Provided material:
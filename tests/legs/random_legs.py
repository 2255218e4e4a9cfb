"""Random single legs for the property tests: an equation, a substance, a start, a leg of a given kind."""

from __future__ import annotations

from dataclasses import dataclass
from typing import Any

from hypothesis import strategies as st
from solving import solve

from pathcalc.errors import NoSolutionError
from pathcalc.substances import read_card

SUBSTANCES = ("propane", "carbon-dioxide", "water", "r-134a", "ammonia", "nitrogen", "heptane")
CUBICS = ("van-der-waals", "redlich-kwong", "soave", "peng-robinson")
REGIONS = ("vapour", "supercritical", "dense", "two-phase")

HONEST_REASONS = {
    "above-range", "below-range", "below-triple-point", "no-root", "target-not-reached", "wrong-side",
    "above-critical", "quality-out-of-range", "not-a-state", "at-saturation", "path-not-followed",
    "integral-not-converged",
}  # fmt: skip
"""Reasons that a random leg may have to end in; anything else is a fault of the solver."""


@dataclass(frozen=True)
class RandomLeg:
    """A drawn leg; ``T_c`` and ``p_c`` scale it."""

    substance: str
    equation: str
    region: str
    T: float
    second: float
    leg: str
    boundary: str

    @property
    def fluid(self) -> str:
        """The fluid's keys."""
        return f"substance: {self.substance}, equation: {self.equation}"

    @property
    def start(self) -> str:
        """The start's keys."""
        second = f"x: {self.second!r}" if self.region == "two-phase" else f"p: {self.second!r} Pa"
        return f"T: {self.T!r} K, {second}"

    def solve(self, *more_legs: str) -> Any:
        """Solution, or None where the case honestly has none."""
        try:
            return solve(self.fluid, self.start, f"name: a, {self.leg}", *more_legs, boundary=self.boundary)
        except NoSolutionError as error:
            trouble = error.trouble
        assert trouble.code in HONEST_REASONS, trouble
        assert trouble.remedy
        return None


def _leg(draw: st.DrawFn, kind: str) -> tuple[str, str]:
    """Text of a leg of the kind, and a boundary it goes with."""
    either = draw(st.sampled_from(["flow", "closed"]))
    ratio = round(2.0 ** draw(st.floats(-2.0, 2.0)), 4)
    by = draw(st.sampled_from(["p", "v"]))
    if kind in ("isothermal", "adiabatic"):
        return f"path: {kind}, to: {{{by}: {{ratio: {ratio}}}}}", either
    if kind == "isobaric":
        return f"path: isobaric, to: {{v: {{ratio: {ratio}}}}}", either
    if kind == "isochoric":
        return f"path: isochoric, to: {{T: {{ratio: {round(0.75 + ratio / 4.0, 4)}}}}}", either
    if kind == "polytropic":
        n = draw(st.sampled_from([0.6, 1.0, 1.15, 1.4]))
        return f"path: polytropic, exponent: {n}, to: {{v: {{ratio: {ratio}}}}}", either
    if kind == "efficiency":
        eta = draw(st.sampled_from([0.5, 0.75, 0.95]))
        return f"path: adiabatic, to: {{p: {{ratio: {ratio}}}}}, efficiency: {eta}", "flow"
    if kind == "polytropic-efficiency":
        eta = draw(st.sampled_from([0.6, 0.8, 0.95]))
        return f"path: adiabatic, to: {{p: {{ratio: {ratio}}}}}, polytropic_efficiency: {eta}", "flow"
    if kind == "throttling":
        return f"path: throttling, to: {{p: {{ratio: {round(ratio / 4.2, 4)}}}}}", "flow"
    if kind == "free-expansion":
        return f"path: free-expansion, to: {{v: {{ratio: {5.0 * ratio}}}}}", "closed"
    assert kind == "workless"
    drop = draw(st.sampled_from([0.98, 0.9]))
    T_ratio = round(0.75 + ratio / 4.0, 4)
    return f"path: workless, to: {{T: {{ratio: {T_ratio}}}, p: {{ratio: {drop}}}}}", "flow"


REVERSIBLE = ("isothermal", "isobaric", "isochoric", "adiabatic", "polytropic")
KINDS = (*REVERSIBLE, "efficiency", "polytropic-efficiency", "throttling", "free-expansion", "workless")


@st.composite
def legs(draw: st.DrawFn, kinds: tuple[str, ...] = KINDS, regions: tuple[str, ...] = REGIONS) -> RandomLeg:
    """A random leg of one of the kinds from a start in one of the regions."""
    substance, equation = draw(st.sampled_from(SUBSTANCES)), draw(st.sampled_from(CUBICS))
    region = draw(st.sampled_from(regions))
    card = read_card(substance)
    T_c, p_c = card.T_c.value, card.p_c.value
    fraction = draw(st.floats(0.0, 1.0))
    if region == "vapour":
        T, second = T_c * (0.8 + 0.5 * fraction), p_c * 10.0 ** draw(st.floats(-3.0, -1.2))
    elif region == "supercritical":
        T, second = T_c * (1.1 + 0.7 * fraction), p_c * 10.0 ** draw(st.floats(-0.5, 0.6))
    elif region == "dense":
        T, second = T_c * (0.75 + 0.2 * fraction), p_c * draw(st.floats(1.2, 4.0))
    else:
        T, second = T_c * (0.75 + 0.2 * fraction), draw(st.sampled_from([0.0, 0.1, 0.5, 0.95, 1.0]))
    leg, boundary = _leg(draw, draw(st.sampled_from(kinds)))
    return RandomLeg(substance, equation, region, round(T, 3), float(f"{second:.5g}"), leg, boundary)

What this task involves:
Check each line of the records above for "trouble", and copy those that have it.

Result of this exercise:
            trouble = error.trouble
        assert trouble.code in HONEST_REASONS, trouble
        assert trouble.remedy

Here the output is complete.